No bro, my dude. The companies told me all these constant waves going every where is fine, it's like not a problem at all. It doesn't give you cancer or damage your cells or anything! Like bro it's fine!
Normies will reject cloud shit because they want to be MLG pro types even when they're scrubs. The other issue is that launch events would be worst than any MMO ever. Imagine having a million people wanting to play your game and having to render and stream all that at once. MMO servers can't even deal with that many people logging on let alone running the client and host side.
Gavin Kelly
Wrong.
Julian Torres
cringe and butthurt
Thomas Gomez
Google will just become Microsoft 2 until another company comes along and replaces them just as MS did with IBM in the first place. Nothing new under the sun. As for cloud services, that will never ever ever ever ever ever ever ever ever ever (ever) happen in America due to data caps. Even the most retarded ultranormie cuck consumers will not blow tons of money going over their data cap. And this problem is going to get far, far, far worse as Net Neutrality dies so you have to pay extra to get functional, let alone high-speed, internet.

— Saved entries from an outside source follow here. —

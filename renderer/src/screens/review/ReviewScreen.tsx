import { useCallback, useEffect, useMemo, useState } from 'react';
import { callByName } from '../../api/loose';
import { Problems } from '../../app/Problems';
import { themeColour } from '../../app/theme-colours';
import { useWorkspace } from '../../app/workspace';
import { contactGaps, matrixFromRowMajor } from '../../viewer/build-geometry';
import { SURFACE } from '../../viewer/colours';
import { ScanViewer, type ViewerPart } from '../../viewer/ScanViewer';
import { useScanMesh } from '../../viewer/use-scan-mesh';
import { useSpecimenIndex } from '../catalogue/use-specimen-index';
import type { SpecimenRecord } from '../catalogue/specimen-view';
import { CountsPanel } from './CountsPanel';
import { JOIN_TYPE_CHOICES, previewSentences, queueOrder, type Conflict, type JoinPreview, type JoinTypeChoice, type JoinView } from './review-model';
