/// Why a lifecycle operation did nothing.
#[derive(Debug, thiserror::Error)]
pub enum LifecycleError {
    /// The candidate did not pass the gate.
    #[error(transparent)]
    Gate(#[from] GateError),
    /// The directory could not be read or written.
    #[error(transparent)]
    Store(#[from] StoreError),
    /// The evaluation report offered as evidence is not one, or evaluated another model,
    /// version or file.
    #[error(transparent)]
    Evidence(#[from] EvidenceError),
    /// No directory for the model.
    #[error("there is no model '{name}' in {}", root.display())]
    UnknownModel {
        /// The model's name: its folder under the model directory.
        name: String,
        /// The model directory searched.
        root: PathBuf,
    },
    /// No file for the version.
    #[error("model '{name}' has no version '{version}' (stored: {})", listed(.stored))]
    UnknownVersion {
        /// The model's name: its folder under the model directory.
        name: String,
        /// The missing version.
        version: String,
        /// The versions that are stored.
        stored: Vec<String>,
    },
    /// A rollback of a model with no live version.
    #[error("model '{name}' has no live version, so there is nothing to roll back")]
    NoLiveVersion {
        /// The model's name: its folder under the model directory.
        name: String,
    },
    /// A rollback with no earlier version in the history.
    #[error("model '{name}' has no earlier live version to roll back to ('{live}' is live and the history holds no promotion still in effect)")]
    NothingToRollBack {
        /// The model's name: its folder under the model directory.
        name: String,
        /// The version `NAME/live` named at the time.
        live: String,
    },
    /// The live version could not be loaded, so the candidate cannot be compared with it.
    #[error("the live version '{live}' of '{name}' cannot be loaded to compare contracts ({problem}); allow breaking changes to promote without the comparison")]
    LiveUnreadable {
        /// The model's name: its folder under the model directory.
        name: String,
        /// The version `NAME/live` named at the time.
        live: String,
        /// Why it could not be loaded.
        problem: String,
    },
    /// A shadow set for a model with no live version.
    #[error(
        "model '{name}' has no live version, so nothing can shadow it; promote a version first"
    )]
    NothingToShadow {
        /// The model's name: its folder under the model directory.
        name: String,
    },
    /// The candidate cannot shadow the live version.
    #[error(transparent)]
    CannotShadow(#[from] CannotShadow),
    /// A shadow ended for a model that has none.
    #[error("model '{name}' has no shadow in the model directory")]
    NoShadow {
        /// The model's name: its folder under the model directory.
        name: String,
    },
    /// The version a rollback would return to does not pass the gate.
    #[error("cannot roll '{name}' back to '{target}', so '{live}' stays live: {problem}")]
    RollbackTargetInvalid {
        /// The model's name: its folder under the model directory.
        name: String,
        /// The live version, which keeps serving.
        live: String,
        /// The version the rollback would return to.
        target: String,
        /// Why it cannot go live.
        problem: Box<LifecycleError>,
    },
}

fn listed(versions: &[String]) -> String {
    if versions.is_empty() {
        "none".into()
    } else {
        versions.join(", ")
    }
}

/// The result of [`upload`].
#[derive(Debug, Clone, Serialize)]
pub struct Uploaded {
    /// The model's name: its folder under the model directory.
    pub name: String,
    /// The version label it is stored under, `NAME/versions/VERSION.json`.
    pub version: String,
    /// `new` if written now, `already_stored` if the identical bytes were there.
    pub novelty: Novelty,
    /// The live version it was compared with, if any.
    pub compared_with: Option<String>,
    /// Contract changes from the live version, allowed by `allow_breaking` (else empty).
    pub changes: Vec<ContractChange>,
}

/// The result of [`promote`] or [`rollback`].
#[derive(Debug, Clone, Serialize)]
pub struct Moved {
    /// The model's name: its folder under the model directory.
    pub name: String,
    /// `promote` or `rollback`.
    pub action: Action,
    /// The version live before, if any.
    pub from: Option<String>,
    /// The version live now.
    pub to: String,
    /// `false` when the version was already live and nothing was written.
    pub changed: bool,
    /// Contract changes from the old live version (allowed, or made by a rollback).
    pub changes: Vec<ContractChange>,
    /// The history record written, if any.
    pub record: Option<HistoryRecord>,
    /// The validated model now live, for a caller that serves it to swap in at once.
    #[serde(skip)]
    pub model: Model,
}

/// The result of [`set_shadow`] or [`end_shadow`].
#[derive(Debug, Clone, Serialize)]
pub struct ShadowMoved {
    /// The model's name: its folder under the model directory.
    pub name: String,
    /// The version `NAME/live` names: the one the shadow is compared with.
    pub live: String,
    /// The version that shadowed before, if any.
    pub from: Option<String>,
    /// The version that shadows now, if any.
    pub to: Option<String>,
    /// `false` when the shadow already was what was asked and nothing was written.
    pub changed: bool,
    /// The history record written, if any.
    pub record: Option<HistoryRecord>,
    /// The live version, validated (for the caller's report of contract changes).
    #[serde(skip)]
    pub live_model: Model,
    /// The shadow version now, validated.
    #[serde(skip)]
    pub shadow_model: Option<Model>,
}

/// What a promotion takes beyond the version: [`promote`] takes the defaults but for
/// `allow_breaking`, `who` and `reason`.
#[derive(Debug, Clone, Copy, Default)]
pub struct Promotion<'a> {
    /// Promote even if the contract changes.
    pub allow_breaking: bool,
    /// Who, for the history.
    pub who: &'a str,
    /// Why, for the history.
    pub reason: Option<&'a str>,
    /// An evaluation report of the version.
    pub evidence: Option<&'a Evidence>,
    /// What the caller measured of the version's shadowing, if it is the shadow version:
    /// kept in the history line when the promotion ends the shadowing.
    pub shadow_figures: Option<&'a ShadowFigures>,
}

/// The result of [`history`].
#[derive(Debug, Clone, Serialize)]
pub struct HistoryView {
    /// The model's name: its folder under the model directory.
    pub name: String,
    /// What the `live` file names now.
    pub live: Option<String>,
    /// Where a rollback would go now.
    pub rollback_to: Option<String>,
    /// Every readable record, oldest first.
    pub records: Vec<HistoryRecord>,
    /// Skipped lines, and a live pointer the history does not account for.
    #[serde(serialize_with = "as_messages")]
    pub warnings: Vec<ViewWarning>,
}

/// A warning about a history.
#[derive(Debug, Clone, PartialEq, Eq, thiserror::Error)]
pub enum ViewWarning {
    /// A line of the file was skipped.
    #[error(transparent)]
    Line(#[from] HistoryWarning),
    /// The history records a move the pointer does not show yet.
    #[error("the history's last record moves the model to '{recorded}' but the live pointer still names '{}': a promotion or rollback was interrupted (or is in progress); the next promote, rollback, `ogive history` or server start completes it", .pointer.as_deref().unwrap_or("nothing"))]
    PointerBehind {
        /// Where the history leaves the model.
        recorded: String,
        /// What the `live` file names.
        pointer: Option<String>,
    },
    /// The live pointer differs from where the history leaves it.
    #[error("the live pointer names '{}' but the history leaves '{}' live: that change is not recorded (an interrupted promotion, or an edit made outside ogive)", .pointer.as_deref().unwrap_or("nothing"), .recorded.as_deref().unwrap_or("nothing"))]
    Unrecorded {
        /// Where the history leaves the model.
        recorded: Option<String>,
        /// What the `live` file names.
        pointer: Option<String>,
    },
}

The only time it could work is if the ISP offers it directly. But the ISP already does this with normal phone services (landlines, voice, text), so literally who cares because in that case Ma Bell is rebuilt and simply gouges the fuck out of everyone to the point where normies adopt meshnets so they don't have to pay $50 to watch a 30 min TV show.
The Internet is not free, it is a paid service. As a result of this, streaming services are unlikely to go mainstream unless a total telecom monopoly happens (which I'll admit is plausible, but it'll be AT&T not Google, and the monopoly will also drive the net itself into the ground in a way not even normies will fully accept).
Carson Hughes
People said the same thing about radio, TV, airplane ATC, your microwave and even railroad signalling. All of it is bunk. There's nothing wrong with wireless, only if it's proprietary.
Kayden Richardson
It'll be a battle of oligopolies between network and cloud providers, until one of them swallows the other, accumulates enough political power to socialize the other or until some disruptive technology comes along to fuck them both. It'll all fizzle out in the end and only nerds will remember it in a few decades. That's what always happens.
Oliver Edwards
In the end Ma Bell lives. Any company that has to use the Internet (including Amazon) is totally beholden to ISPs of which AT&T is the largest. Until now they've always counted on ISPs being completely fair and only charging for bulk data transfers, without having to worry about competing against the ISP itself. Now that NN is gone, this is no longer the case. Why should AT&T allow Google to have free webmail? They can charge a special fee for that and require Google's webmail use AT&T emails for user authentication. There is no law stopping them, and the few voices in the government against it can be quickly silenced through screeching about Russian hackers.
There is no way any software company can plausibly compete with hardware companies now. The latter can just lock out the former, who will have no option but to accept it unless they can raise the money to construct their own hardware. Google already gave up on this when their investors chose bigger Dividends instead.